BiasScanner: Automatic Detection and Classification of News Bias to Strengthen Democracy
Tim Menzner, Jochen L. Leidner
TL;DR
BiasScanner tackles the challenge of helping news readers assess bias in online articles by delivering sentence-level bias detection and explanations through a browser plug-in backed by a server-side transformer classifier. It employs a GPT-3.5-turbo-16k model fine-tuned on the BABE dataset to identify 27 bias types, highlighting biased sentences and providing a structured bias report, all while emphasizing privacy by avoiding PII leakage. The system is designed for easy deployment and model interchangeability, with a web demo and Firefox extension available, and demonstrates competitive performance on established benchmarks (notably a high F1 around 0.76). Limitations include language scope, potential subjectivity in bias labeling, and reliance on proprietary back-end models; future work envisions open-source models, multilingual support, and broader content analysis such as hate speech and fake-news cues. Overall, BiasScanner presents a practical, privacy-preserving approach to aid democratic engagement by enabling real-time, transparent bias scrutiny in web news consumption.
Abstract
The increasing consumption of news online in the 21st century coincided with increased publication of disinformation, biased reporting, hate speech and other unwanted Web content.

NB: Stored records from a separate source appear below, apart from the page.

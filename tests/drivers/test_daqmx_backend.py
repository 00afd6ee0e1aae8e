"""The DAQ-card back-end against the strict nidaqmx stand-in: synchronised tasks, read-back
rate, glitch-free amplitude changes, loopback delay, warnings, halt, named errors, config.

Phases (where checked) use x(t) = Re{x̂ e^{+iωt}}.
"""

from __future__ import annotations

import math
import threading
from pathlib import Path

import numpy as np
import pytest

from app.errors import ConfigError
from app.rig import read_toml, rig_from_dict
from drivers import protocols
from drivers.daqmx import RUNTIME_MISSING, DaqmxCard, loopback_delay_samples
from drivers.errors import BackendTimeout, CeilingExceeded, DriverError
from test_daqmx_standin import DEVICE, StandInCard

DEMO = Path(__file__).resolve().parents[2] / "configs" / "demo-rig.toml"
CHANNELS = {"p1": "Dev1/ai0", "p2": "Dev1/ai1", "p3": "Dev1/ai2", "p4": "Dev1/ai3", "pmt": "Dev1/ai4",
            "drv_ref": "Dev1/ai5", "spk": "Dev1/ao0"}
LOOP_DELAY = 11     # samples between the drive output and its loopback input in the stand-in


def make_rig(sample_rate: str = "25.6 kHz", **table):
    data = read_toml(DEMO)
    data["acquisition"]["sample_rate"] = sample_rate
    data["hardware"] = {"daqmx": {"channels": dict(CHANNELS), "terminal_config": "diff",
                                  "input_ranges": {"pmt": "10 V", "drv_ref": "5 V"}, "output_range": "5 V",
                                  **table}}
    return rig_from_dict(data, str(DEMO))


@pytest.fixture
def card(monkeypatch):
    wiring = {f"Dev1/ai{i}": (0.05, 3, 0.0) for i in range(4)}
    wiring["Dev1/ai4"] = (0.0, 0, 1.2)
    wiring["Dev1/ai5"] = (1.0, LOOP_DELAY, 0.0)
    sc = StandInCard(wiring)
    sc.install(monkeypatch)
    return sc


@pytest.fixture
def daq(card):
    dev = DaqmxCard(make_rig())
    yield dev
    dev.stop()


def read_until_settled(dev, limit=60):
    blocks = []
    for _ in range(limit):
        blocks.append(dev.read_block(timeout_s=10.0))
        if not dev.drive_status().ramping:
            return blocks
    raise AssertionError("drive did not settle")


def test_protocols_and_synchronised_start(card, daq):
    for proto in (protocols.SineDrive, protocols.Acquirer, protocols.Identified, protocols.Stoppable,
                  protocols.EmergencyHalt):
        assert isinstance(daq, proto)
    daq.start()
    blocks = [daq.read_block(timeout_s=10.0) for _ in range(4)]
    daq.stop()
    # the triggered output task starts before the input task (common practice for start-trigger sync)
    assert card.index("flamebode-drive", "start") < card.index("flamebode-input", "start")
    assert card.index("flamebode-input", "timing") < card.index("flamebode-input", "start")
    ao = next(t for t in card.tasks if t.name == "flamebode-drive")
    ai = next(t for t in card.tasks if t.name == "flamebode-input")
    assert ao.trigger == f"/{DEVICE}/ai/StartTrigger"
    assert [ch["physical_channel"] for ch in ai.ai] == [CHANNELS[c] for c in daq.channels]
    assert [ch["name_to_assign_to_channel"] for ch in ai.ai] == list(daq.rig.input_channels)
    assert all(ch["terminal_config"].name == "DIFF" for ch in ai.ai)
    assert ai.ai[4]["max_val"] == 10.0 and ai.ai[5]["max_val"] == 5.0 and ai.ai[0]["max_val"] == 10.0
    assert ai.task.in_stream.input_buf_size >= 2 * 25600       # several seconds of input buffer
    for i, b in enumerate(blocks):
        assert b.data.shape == (6, 2560) and b.data.dtype == np.float64 and b.data.flags.c_contiguous
        assert b.start_index == i * 2560 and b.overflows == 0
        assert b.data[4] == pytest.approx(1.2, abs=0.01)
    card.assert_clean()
    assert card.held_v == {"Dev1/ao0": 0.0}


def test_actual_rate_is_read_back_and_used(card):
    dev = DaqmxCard(make_rig(sample_rate="25 kHz"))   # the stand-in only offers 51.2 kHz / k
    try:
        assert dev.sample_rate_hz == 25600.0
        assert dev.guard.sample_rate_hz == 25600.0
        assert dev.identity()["sample_rate_hz"] == "25600.0"
        dev.start()
        b = dev.read_block(timeout_s=10.0)
        assert b.sample_rate_hz == 25600.0 and b.n_samples == 2560
    finally:
        dev.stop()
    card.assert_clean()


def test_amplitude_change_is_ramped_and_phase_continuous(card, daq):
    daq.start()
    daq.set_drive(200.0, 1.0)
    assert daq.drive_status().amplitude_v == 0.0 and daq.drive_status().ramping   # nothing played yet
    read_until_settled(daq)
    assert daq.drive_status().amplitude_v == 1.0
    n_before = card.out.size
    daq.set_drive(200.0, 0.5)
    read_until_settled(daq)
    for _ in range(3):
        daq.read_block(timeout_s=10.0)
    with pytest.raises(CeilingExceeded):
        daq.set_drive(200.0, 2.5)
    daq.stop()
    out, fs = card.out, daq.sample_rate_hz
    assert np.max(np.abs(out)) <= 1.0 + 1e-12
    # one sine of unchanging phase through the whole written stream: x[n] = Re{A(n) e^{+iωn/fs}} with A(n)
    # real and positive up to a common phase (least squares on cos/sin, Kay 1993, ch. 3)
    n = np.arange(out.size)
    w = 2 * np.pi * 200.0 / fs
    steady = slice(n_before - 4000, n_before)             # at 1.0 V, across several written blocks
    basis = np.column_stack([np.cos(w * n[steady]), -np.sin(w * n[steady])])
    coef, res, *_ = np.linalg.lstsq(basis, out[steady], rcond=None)
    assert abs(complex(*coef)) == pytest.approx(1.0, abs=1e-9) and res[0] < 1e-16
    phase = np.angle(complex(*coef))
    carrier = np.cos(w * n + phase)                        # Re{e^{+i(ωn + φ)}}
    envelope = out / carrier
    ok = np.abs(carrier) > 0.5
    env = envelope[ok & (n >= n_before - 4000)]
    # the envelope falls from 1.0 to 0.5 V no faster than ceiling / ramp_time per sample (the guard's rate)
    step = np.diff(env) / np.diff(n[ok & (n >= n_before - 4000)])
    assert np.min(step) >= -daq.rig.drive.ceiling / daq.rig.drive.ramp_time / fs * (1 + 1e-6)
    assert np.any(np.abs(env - 0.5) < 1e-9) and np.all(env <= 1.0 + 1e-9)
    card.assert_clean()


def test_loopback_delay_is_measured_on_every_block(card, daq):
    daq.start()
    daq.set_drive(300.0, 0.8)
    ramping = read_until_settled(daq)
    assert all(math.isnan(b.loopback_delay_s) for b in ramping)    # no estimate while the envelope moves
    daq.read_block(timeout_s=10.0)                                 # its look-back still holds the ramp's end
    blocks = [daq.read_block(timeout_s=10.0) for _ in range(3)]
    daq.stop()
    for b in blocks:
        assert b.loopback_delay_s * daq.sample_rate_hz == pytest.approx(LOOP_DELAY, abs=0.05)
    assert float(daq.identity()["loopback_delay_s"]) * daq.sample_rate_hz == pytest.approx(LOOP_DELAY, abs=0.05)
    card.assert_clean()


def test_loopback_delay_estimator_on_known_delays():
    """Known delays built outside the estimator: white noise shifted by whole samples, and a
    low-frequency sine shifted by a fraction (x(t) = Re{e^{+iω(t - τ)}})."""
    rng = np.random.default_rng(1)
    drive = rng.standard_normal(4000 + 40)
    ref = drive[40 - 9:40 - 9 + 4000]                     # 9 samples late
    assert loopback_delay_samples(ref, drive, 40) == pytest.approx(9.0, abs=0.01)
    n = np.arange(-40, 4000)
    w = 2 * np.pi * 0.004
    assert loopback_delay_samples(np.cos(w * (n[40:] - 7.3)), np.cos(w * n), 40) == pytest.approx(7.3, abs=0.02)
    assert math.isnan(loopback_delay_samples(np.zeros(4000), drive, 40))                 # silent reference
    assert math.isnan(loopback_delay_samples(rng.standard_normal(4000), drive, 40))      # not the drive


def test_daqmx_warnings_are_named_on_blocks_and_identity(card, daq):
    daq.start()
    daq.read_block(timeout_s=10.0)
    card.warn_on_read = 200015
    found = []
    for _ in range(4):
        found += daq.read_block(timeout_s=10.0).warnings
    daq.stop()
    assert len(found) == 1 and "200015" in found[0] and "mixed" in found[0]
    assert "200015" in daq.identity()["warnings"]


def test_halt_zeroes_the_output_at_once_from_another_thread(card, daq):
    daq.start()
    daq.set_drive(250.0, 1.5)
    read_until_settled(daq)
    t = threading.Thread(target=daq.halt)
    t.start()
    t.join()
    for _ in range(4):
        last = daq.read_block(timeout_s=10.0)
    assert daq.drive_status().amplitude_v == 0.0
    assert np.max(np.abs(last.channel("drv_ref"))) < 0.01          # loopback shows 0 V (stand-in noise 1 mV)
    assert card.held_v == {"Dev1/ao0": 0.0}
    with pytest.raises(DriverError, match="halted"):
        daq.set_drive(250.0, 0.5)
    daq.stop()
    card.assert_clean()


@pytest.mark.parametrize("code, kind, words", [(-200279, DriverError, "read too slowly"),
                                                (-200284, BackendTimeout, "-200284")])
def test_daqmx_errors_become_named_faults(card, daq, code, kind, words):
    daq.start()
    daq.read_block(timeout_s=10.0)
    card.fail_on_read = code
    with pytest.raises(kind, match=words):
        for _ in range(10):
            daq.read_block(timeout_s=10.0)
    with pytest.raises(kind):                  # and it stays failed, it does not hang
        daq.read_block(timeout_s=10.0)
    daq.stop()
    assert all(t.closed for t in card.tasks)


def test_shared_sample_clock_option(card):
    dev = DaqmxCard(make_rig(share_sample_clock=True))
    dev.stop()
    ao = next(t for t in card.tasks if t.name == "flamebode-drive")
    assert ao.timing["source"] == f"/{DEVICE}/ai/SampleClock" and ao.rate_hz == 25600.0
    card.assert_clean()


def test_input_only_mode_has_no_drive(card):
    dev = DaqmxCard(make_rig(input_only=True))
    try:
        dev.start()
        assert dev.read_block(timeout_s=10.0).data.shape == (6, 2560)
        with pytest.raises(DriverError, match="input only"):
            dev.set_drive(100.0, 0.1)
    finally:
        dev.stop()
    assert [t.name for t in card.tasks] == ["flamebode-input"]
    card.assert_clean()


def test_configuration_errors_name_the_key(card):
    bad = dict(CHANNELS)
    del bad["p3"]
    bad["p9"] = "Dev1/ai7"
    with pytest.raises(ConfigError) as err:
        DaqmxCard(make_rig(channels=bad, terminal_config="differential", output_range="1 V", buffer="3 s"))
    text = str(err.value)
    for key in ("hardware.daqmx.channels.p3", "hardware.daqmx.channels.p9", "terminal_config",
                "output_range", "hardware.daqmx.buffer: unknown key"):
        assert key in text
    assert card.tasks == []


def test_a_failing_configuration_closes_every_task(card):
    card.wiring.pop("Dev1/ai3")                # the card has no such channel
    with pytest.raises(DriverError, match="p4.*Dev1/ai3"):
        DaqmxCard(make_rig())
    assert card.tasks and all(t.closed for t in card.tasks)


def test_probe_names_the_missing_runtime():
    probe = DaqmxCard.probe()
    if probe.available:
        pytest.skip("an NI-DAQmx runtime is installed here")
    assert probe.reason == RUNTIME_MISSING
    from drivers.registry import list_backends
    listed = {i.name: i.availability for i in list_backends()}
    assert listed["daqmx"].reason == RUNTIME_MISSING and not listed["daqmx"].available


@pytest.mark.hardware
@pytest.mark.skipif(not DaqmxCard.probe().available, reason="needs an NI-DAQmx runtime and a card: "
                    + DaqmxCard.probe().reason)
def test_real_card_loopback(demo_rig_path):
    """Bench run: wire the drive output to the reference input; channels from the rig file."""
    from app.rig import load_rig
    import os

    rig = load_rig(os.environ.get("FLAMEBODE_DAQ_RIG", str(demo_rig_path)))
    dev = DaqmxCard(rig)
    try:
        dev.start()
        dev.set_drive(200.0, 0.1 * rig.drive.ceiling)
        read_until_settled(dev)
        b = dev.read_block()
        assert b.data.shape[0] == len(rig.input_channels) and math.isfinite(b.loopback_delay_s)
    finally:
        dev.stop()


def test_registered_for_zeroing_at_exit_until_stopped(card):
    from drivers import safety

    dev = DaqmxCard(make_rig())
    assert any(o is dev for o in safety.registered())
    dev.stop()
    assert not any(o is dev for o in safety.registered())


def test_the_dry_run_check_asks_the_card_and_leaves_nothing_open(card):
    # what the dry run asks (drivers.registry.check_settings): the card configures the tasks, says
    # the rate it chose, and every task is closed again, nothing started (the stand-in records breaches)
    from drivers import safety

    text = DaqmxCard.check_settings(make_rig(sample_rate="25 kHz"))
    assert "samples at 25600 Hz (asked 25000 Hz: the card's nearest rate)" in text
    assert not card.violations
    assert all(t.closed for t in card.tasks) and not any(getattr(t, "started", False) for t in card.tasks)
    assert not [o for o in safety._outputs if isinstance(o, DaqmxCard)]     # not left on the safety net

We describe BiasScanner, an application that aims to strengthen democracy by supporting news consumers with scrutinizing news articles they are reading online. BiasScanner contains a server-side pre-trained large language model to identify biased sentences of news articles and a front-end Web browser plug-in. At the time of writing, BiasScanner can identify and classify more than two dozen types of media bias at the sentence level, making it the most fine-grained model and only deployed application (automatic system in use) of its kind. It was implemented in a light-weight and privacy-respecting manner, and in addition to highlighting likely biased sentence it also provides explanations for each classification decision as well as a summary analysis for each news article. While prior research has addressed news bias detection, we are not aware of any work that resulted in a deployed browser plug-in (c.f. also biasscanner.org for a Web demo).